- _Exercise goal_
Give the data again exactly as it appears.
** Material to process follows **
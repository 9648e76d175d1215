"""Benchmark: the fault map on long track and fine steps (run: pytest tests/bench/bench_faultmap.py -m bench -s).

It PRINTS figures and ratios measured in the same process; nothing here is a timed
pass/fail test. Layouts are invented: one end-fed section (a 20 AWG feeder pair at its
``a`` end) of 100 m to 20 km at a 0.5 m step, and a 10 m section at a 1 mm step.

Printed per layout: points, seconds, microseconds per point, the peak of the memory
traced by ``tracemalloc`` during a second, traced run of the map, and two ratios:

* time per point against the 100 m layout's (the method is linear in the points:
  about 1 means the cost of a point does not grow with the track's length);
* the map against ONE full sparse solve of the same track built with a rail node at
  every point (what any method that puts the points in the network pays at least
  once; the map before this method needed a dense inverse of those nodes).

The bound: a 5 km section at a 1 mm step asks for 5,000,001 points; the map keeps to
:data:`sim.circuit.faultmap.MAX_POINTS` and says so (RF-FAULT-005).
"""
from __future__ import annotations

import sys
import time
import tracemalloc
from pathlib import Path

import pytest

sys.path.insert(0, str(Path(__file__).resolve().parents[1]))

from circuit_builders import booster, scenario, section, supply  # noqa: E402
from sim.circuit import build_circuit  # noqa: E402
from sim.circuit.faultmap import MAX_POINTS, fault_map  # noqa: E402
from sim.model import Wire  # noqa: E402

pytestmark = pytest.mark.bench


def end_fed(length_m: float):
    return scenario([supply("p", 16.0, 0.05)], [booster("b", "p", trip_a=5.0)],
                    [section("s", length_m, "b", [(0.0, Wire(0.4, awg=20))])])


def _timed(fn):
    """``(result, seconds, traced peak MB)``: timed untraced, then traced once more."""
    t0 = time.perf_counter()
    out = fn()
    dt = time.perf_counter() - t0
    tracemalloc.start()
    fn()
    _, peak = tracemalloc.get_traced_memory()
    tracemalloc.stop()
    return out, dt, peak / 2**20


def test_bench_fault_map_long_track():
    fault_map(end_fed(2.0))                      # imports and first-call set-up
    base = None
    print()
    for length_m, step_m in ((100.0, 0.5), (1000.0, 0.5), (5000.0, 0.5), (20000.0, 0.5),
                             (10.0, 1e-3)):
        scn = end_fed(length_m)
        fm, dt, peak_mb = _timed(lambda: fault_map(scn, step_m=step_m))
        per_pt = dt / len(fm.points)
        base = base or per_pt
        line = (f"{length_m:8g} m at {step_m:g} m: {len(fm.points):6d} points, {dt:7.3f} s, "
                f"{per_pt * 1e6:6.1f} us/point (x{per_pt / base:.2f} the 100 m one), traced "
                f"peak {peak_mb:6.1f} MB")
        if len(fm.points) <= 20001:
            c = build_circuit(scn, grid_m=step_m)
            t0 = time.perf_counter()
            c.solve()
            t_solve = time.perf_counter() - t0
            line += (f"; one full solve of the {c.n_nodes}-node gridded track "
                     f"{t_solve * 1e3:.2f} ms, ratio map/solve {dt / t_solve:.1f}")
        print(line)
    scn = end_fed(5000.0)
    fm, dt, peak_mb = _timed(lambda: fault_map(scn, step_m=1e-3))
    print(f"    5000 m at 0.001 m (5,000,001 points asked): {len(fm.points)} points "
          f"(bound {MAX_POINTS}), step widened to {fm.step_m:.4g} m, {dt:.3f} s, traced peak "
          f"{peak_mb:.1f} MB")
    assert len(fm.points) <= MAX_POINTS
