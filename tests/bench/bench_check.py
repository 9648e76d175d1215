"""Benchmark: build_layout + run_checks (static checks, no circuit) on 2,000 sections.

Prints the time as a ratio to ONE networkx breadth-first search (``nx.bfs_edges``
over the same graph, consumed) timed in the same process. Run with
``python -m pytest tests/bench/bench_check.py -m bench -s``.
"""
import statistics
import time

import networkx as nx
import pytest

from sim.checks import run_checks
from sim.layout import build_layout
from tests.builders import ScenarioBuilder

SECTIONS = 2000


def big_layout(n_target=SECTIONS):
    """A long main line with passing sidings every 10 sections, a balloon loop with a
    reverser every 200 sections, a booster district every 50 main sections."""
    b = ScenarioBuilder("bench layout")
    b.vehicle("loco", 0.2, [0.02, 0.05, 0.15, 0.18], draw_a=0.5)
    b.vehicle("coach", 0.25, [0.025, 0.23], pickup=[0, 1], r_join_ohm=120.0)
    main = []
    i = 0
    count = 0
    booster = None
    while count < n_target:
        if i % 50 == 0:
            booster = f"bst{i // 50}"
            b.booster(booster, period_s=1e-4)
        name = f"m{i}"
        b.section(name, 3.0, booster)
        count += 1
        if main:
            same = main[-1][1] == booster
            b.joint(f"{main[-1][0]}.b", f"{name}.a", "none" if same else "both")
        main.append((name, booster))
        if i % 10 == 3 and count < n_target - 2:       # a passing siding m(i-2).b .. m(i).a
            s1, s2 = f"sd{i}a", f"sd{i}b"
            b.section(s1, 2.0, booster)
            b.section(s2, 2.0, booster)
            b.joint(f"m{i - 2}.b", f"{s1}.a")
            b.joint(f"{s1}.b", f"{s2}.a")
            b.joint(f"{s2}.b", f"m{i}.a")
            count += 2
        if i % 200 == 100 and count < n_target - 2:    # a balloon loop off m(i).b
            ctl, th, lp = f"rev{i}", f"th{i}", f"lp{i}"
            b.reverser(ctl, feed=booster)
            b.section(th, 2.0, booster)
            b.section(lp, 8.0, ctl)
            b.joint(f"m{i}.b", f"{th}.a")
            b.joint(f"{th}.b", f"{lp}.a", "both")
            b.joint(f"{th}.b", f"{lp}.b", "both")
            count += 2
        i += 1
    for t in range(5):
        start = 5 + 300 * t
        route = [f"m{k}" for k in range(start, start + 100)]
        b.train(f"t{t}", ["loco", "coach", "coach"], route)
    return b.build()


def best_of(fn, repeat):
    best = float("inf")
    for _ in range(repeat):
        t0 = time.perf_counter()
        fn()
        best = min(best, time.perf_counter() - t0)
    return best


@pytest.mark.bench
def test_bench_static_checks():
    scn = big_layout()
    n_sec = len(scn.track.sections)
    lay = build_layout(scn)
    graph = lay.graph
    src = next(iter(graph))

    def bfs():
        for _ in nx.bfs_edges(graph, src):
            pass

    def checks():
        rep = run_checks(scn, build_layout(scn))
        assert rep.errors == []          # the generated layout is designed to be clean
        return rep

    rep = checks()
    # interleaved rounds (best of 10 searches, best of 2 check runs each), so that a
    # change of machine load hits both sides alike; the median of the per-round
    # ratios is reported, with their range
    ratios, t_chk_all, t_bfs_all = [], [], []
    for _ in range(9):
        t_bfs = best_of(bfs, 10)
        t_chk = best_of(checks, 2)
        ratios.append(t_chk / t_bfs)
        t_chk_all.append(t_chk)
        t_bfs_all.append(t_bfs)
    ratio = statistics.median(ratios)
    print(f"\nstatic checks on {n_sec} sections, {graph.number_of_edges()} joints, "
          f"{len(rep.reversing)} reversing loops, {len(lay.districts)} districts: "
          f"median {statistics.median(t_chk_all) * 1e3:.1f} ms = {ratio:.1f} x one "
          f"nx.bfs_edges (median {statistics.median(t_bfs_all) * 1e3:.3f} ms); "
          f"ratio range {min(ratios):.1f}-{max(ratios):.1f}")
    assert len(rep.reversing) >= 5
** End of Material to process **
- _Output for this exercise_
repository 9648e76d175d1215
"""Benchmark: the fault map on long track and fine steps (run: pytest tests/bench/bench_faultmap.py -m bench -s).

It PRINTS figures and ratios measured in the same process; nothing here is a timed
pass/fail test. Layouts are invented: one end-fed section (a 20 AWG feeder pair at its
``a`` end) of 100 m to 20 km at a 0.5 m step, and a 10 m section at a 1 mm step.

Printed per layout: points, seconds, microseconds per point, the peak of the memory
traced by ``tracemalloc`` during a second, traced run of the map, and two ratios:

* time per point against the 100 m layout's (the method is linear in the points:
  about 1 means the cost of a point does not grow with the track's length);
* the map against ONE full sparse solve of the same track built with a rail node at
  every point (what any method that puts the points in the network pays at least
  once; the map before this method needed a dense inverse of those nodes).

The bound: a 5 km section at a 1 mm step asks for 5,000,001 points; the map keeps to
:data:`sim.circuit.faultmap.MAX_POINTS` and says so (RF-FAULT-005).
"""
from __future__ import annotations

import sys
import time
import tracemalloc
from pathlib import Path

import pytest

sys.path.insert(0, str(Path(__file__).resolve().parents[1]))

from circuit_builders import booster, scenario, section, supply  # noqa: E402
from sim.circuit import build_circuit  # noqa: E402
from sim.circuit.faultmap import MAX_POINTS, fault_map  # noqa: E402
from sim.model import Wire  # noqa: E402

pytestmark = pytest.mark.bench


def end_fed(length_m: float):
    return scenario([supply("p", 16.0, 0.05)], [booster("b", "p", trip_a=5.0)],
                    [section("s", length_m, "b", [(0.0, Wire(0.4, awg=20))])])


def _timed(fn):
    """``(result, seconds, traced peak MB)``: timed untraced, then traced once more."""
    t0 = time.perf_counter()
    out = fn()
    dt = time.perf_counter() - t0
    tracemalloc.start()
    fn()
    _, peak = tracemalloc.get_traced_memory()
    tracemalloc.stop()
    return out, dt, peak / 2**20


def test_bench_fault_map_long_track():
    fault_map(end_fed(2.0))                      # imports and first-call set-up
    base = None
    print()
    for length_m, step_m in ((100.0, 0.5), (1000.0, 0.5), (5000.0, 0.5), (20000.0, 0.5),
                             (10.0, 1e-3)):
        scn = end_fed(length_m)
        fm, dt, peak_mb = _timed(lambda: fault_map(scn, step_m=step_m))
        per_pt = dt / len(fm.points)
        base = base or per_pt
        line = (f"{length_m:8g} m at {step_m:g} m: {len(fm.points):6d} points, {dt:7.3f} s, "
                f"{per_pt * 1e6:6.1f} us/point (x{per_pt / base:.2f} the 100 m one), traced "
                f"peak {peak_mb:6.1f} MB")
        if len(fm.points) <= 20001:
            c = build_circuit(scn, grid_m=step_m)
            t0 = time.perf_counter()
            c.solve()
            t_solve = time.perf_counter() - t0
            line += (f"; one full solve of the {c.n_nodes}-node gridded track "
                     f"{t_solve * 1e3:.2f} ms, ratio map/solve {dt / t_solve:.1f}")
        print(line)
    scn = end_fed(5000.0)
    fm, dt, peak_mb = _timed(lambda: fault_map(scn, step_m=1e-3))
    print(f"    5000 m at 0.001 m (5,000,001 points asked): {len(fm.points)} points "
          f"(bound {MAX_POINTS}), step widened to {fm.step_m:.4g} m, {dt:.3f} s, traced peak "
          f"{peak_mb:.1f} MB")
    assert len(fm.points) <= MAX_POINTS
filename tests/bench/bench_check.py
repository 9648e76d175d1215
"""Benchmark: build_layout + run_checks (static checks, no circuit) on 2,000 sections.

Prints the time as a ratio to ONE networkx breadth-first search (``nx.bfs_edges``
over the same graph, consumed) timed in the same process. Run with
``python -m pytest tests/bench/bench_check.py -m bench -s``.
"""
import statistics
import time

import networkx as nx
import pytest

from sim.checks import run_checks
from sim.layout import build_layout
from tests.builders import ScenarioBuilder

SECTIONS = 2000


def big_layout(n_target=SECTIONS):
    """A long main line with passing sidings every 10 sections, a balloon loop with a
    reverser every 200 sections, a booster district every 50 main sections."""
    b = ScenarioBuilder("bench layout")
    b.vehicle("loco", 0.2, [0.02, 0.05, 0.15, 0.18], draw_a=0.5)
    b.vehicle("coach", 0.25, [0.025, 0.23], pickup=[0, 1], r_join_ohm=120.0)
    main = []
    i = 0
    count = 0
    booster = None
    while count < n_target:
        if i % 50 == 0:
            booster = f"bst{i // 50}"
            b.booster(booster, period_s=1e-4)
        name = f"m{i}"
        b.section(name, 3.0, booster)
        count += 1
        if main:
            same = main[-1][1] == booster
            b.joint(f"{main[-1][0]}.b", f"{name}.a", "none" if same else "both")
        main.append((name, booster))
        if i % 10 == 3 and count < n_target - 2:       # a passing siding m(i-2).b .. m(i).a
            s1, s2 = f"sd{i}a", f"sd{i}b"
            b.section(s1, 2.0, booster)
            b.section(s2, 2.0, booster)
            b.joint(f"m{i - 2}.b", f"{s1}.a")
            b.joint(f"{s1}.b", f"{s2}.a")
            b.joint(f"{s2}.b", f"m{i}.a")
            count += 2
        if i % 200 == 100 and count < n_target - 2:    # a balloon loop off m(i).b
            ctl, th, lp = f"rev{i}", f"th{i}", f"lp{i}"
            b.reverser(ctl, feed=booster)
            b.section(th, 2.0, booster)
            b.section(lp, 8.0, ctl)
            b.joint(f"m{i}.b", f"{th}.a")
            b.joint(f"{th}.b", f"{lp}.a", "both")
            b.joint(f"{th}.b", f"{lp}.b", "both")
            count += 2
        i += 1
    for t in range(5):
        start = 5 + 300 * t
        route = [f"m{k}" for k in range(start, start + 100)]
        b.train(f"t{t}", ["loco", "coach", "coach"], route)
    return b.build()


def best_of(fn, repeat):
    best = float("inf")
    for _ in range(repeat):
        t0 = time.perf_counter()
        fn()
        best = min(best, time.perf_counter() - t0)
    return best


@pytest.mark.bench
def test_bench_static_checks():
    scn = big_layout()
    n_sec = len(scn.track.sections)
    lay = build_layout(scn)
    graph = lay.graph
    src = next(iter(graph))

    def bfs():
        for _ in nx.bfs_edges(graph, src):
            pass

    def checks():
        rep = run_checks(scn, build_layout(scn))
        assert rep.errors == []          # the generated layout is designed to be clean
        return rep

    rep = checks()
    # interleaved rounds (best of 10 searches, best of 2 check runs each), so that a
    # change of machine load hits both sides alike; the median of the per-round
    # ratios is reported, with their range
    ratios, t_chk_all, t_bfs_all = [], [], []
    for _ in range(9):
        t_bfs = best_of(bfs, 10)
        t_chk = best_of(checks, 2)
        ratios.append(t_chk / t_bfs)
        t_chk_all.append(t_chk)
        t_bfs_all.append(t_bfs)
    ratio = statistics.median(ratios)
    print(f"\nstatic checks on {n_sec} sections, {graph.number_of_edges()} joints, "
          f"{len(rep.reversing)} reversing loops, {len(lay.districts)} districts: "
          f"median {statistics.median(t_chk_all) * 1e3:.1f} ms = {ratio:.1f} x one "
          f"nx.bfs_edges (median {statistics.median(t_bfs_all) * 1e3:.3f} ms); "
          f"ratio range {min(ratios):.1f}-{max(ratios):.1f}")
    assert len(rep.reversing) >= 5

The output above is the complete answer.